On Wednesday, 44 House Democrats surprised Republicans by flipping their votes to upend a fast-track vote on a Wall Street deregulation bill that was similar to one those same Democrats voted for as recently as September.
“They were for this bill before they were against it,” said House Financial Services Committee Chairman Jeb Hensarling (R-TX).
The bill would have delayed by another two years to 2019 the Volcker Rule which limits banks’ ability to engage in more risky hedge fund and private equity fund investments and bars proprietary trading, a practice wherein banks trade for their own profit. Democrats’ defeat of the fast-track vote–a procedure used to expedite non-controversial bills that requires a two-thirds majority for passage–stakes out a decidedly anti-Wall Street position designed to appeal to the more progressive, populist wing of the Democratic Party led by Sen. Elizabeth Warren (D-MA).

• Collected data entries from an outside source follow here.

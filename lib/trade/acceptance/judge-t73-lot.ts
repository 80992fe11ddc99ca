import { referenceTo, type Table } from '../table';
import type { T73LotRow } from '../tables/t73-lot-rule';
import { mpaFromKsi } from '../units/stress';
import type { Verdict } from '../verdict';

/**
 * Whether a lot of 7075-T73 is accepted by its conductivity in % IACS, with yield strengths in MPa.
 *
 * Between the two limits the yield strength must not be far above its minimum: a lot that is too strong was aged too
 * short to resist stress corrosion.
 * Worked example: 39 % IACS with a yield strength 10 ksi (68.9 MPa) above the minimum is accepted, with 13 ksi not.
 */
export function judgeT73Lot(
  table: Table<T73LotRow>,
  lot: { readonly percentIacs: number; readonly yieldMpa?: number; readonly yieldMpaMin?: number },
): Verdict<
  { readonly isAccepted: boolean },
  'value_not_a_number' | 'yield_not_stated' | 'rule_not_in_table'
> {
  const [rule] = table.rows;
  if (!rule) return { ok: false, reason: 'rule_not_in_table' };
  const grounds = { source: rule.source, readFrom: referenceTo(table) };
  if (!Number.isFinite(lot.percentIacs))
    return { ok: false, reason: 'value_not_a_number', source: rule.source };
  if (lot.percentIacs >= rule.acceptFromIacs - TOLERANCE) return { ok: true, isAccepted: true, ...grounds };
  if (lot.percentIacs < rule.conditionalFromIacs - TOLERANCE)
    return { ok: true, isAccepted: false, ...grounds };
  if (lot.yieldMpa === undefined || lot.yieldMpaMin === undefined)
    return { ok: false, reason: 'yield_not_stated', source: rule.source };
  const over = lot.yieldMpa - lot.yieldMpaMin;
  return { ok: true, isAccepted: over <= mpaFromKsi(rule.yieldOverMinimumKsi) + TOLERANCE, ...grounds };
}

/** Far below the printed steps, far above what converting leaves. */
const TOLERANCE = 1e-6;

The Democrats’ reversal on the bill’s provisions is striking. As the Huffington Post notes, “Democrats approved a previous two-year delay of the same Volcker Rule provision last spring, pushing it to 2017, and dozens of House Democrats spent much of 2013 and 2014 lining up to support bill after bill that dealt blows to the party’s second-biggest policy achievement of the Obama era [Dodd-Frank].”
The bill, which was introduced by Rep. Michael Fitzpatrick (R-PA), is officially known as the Promoting Job Creation and Reducing Small Business Burdens Act.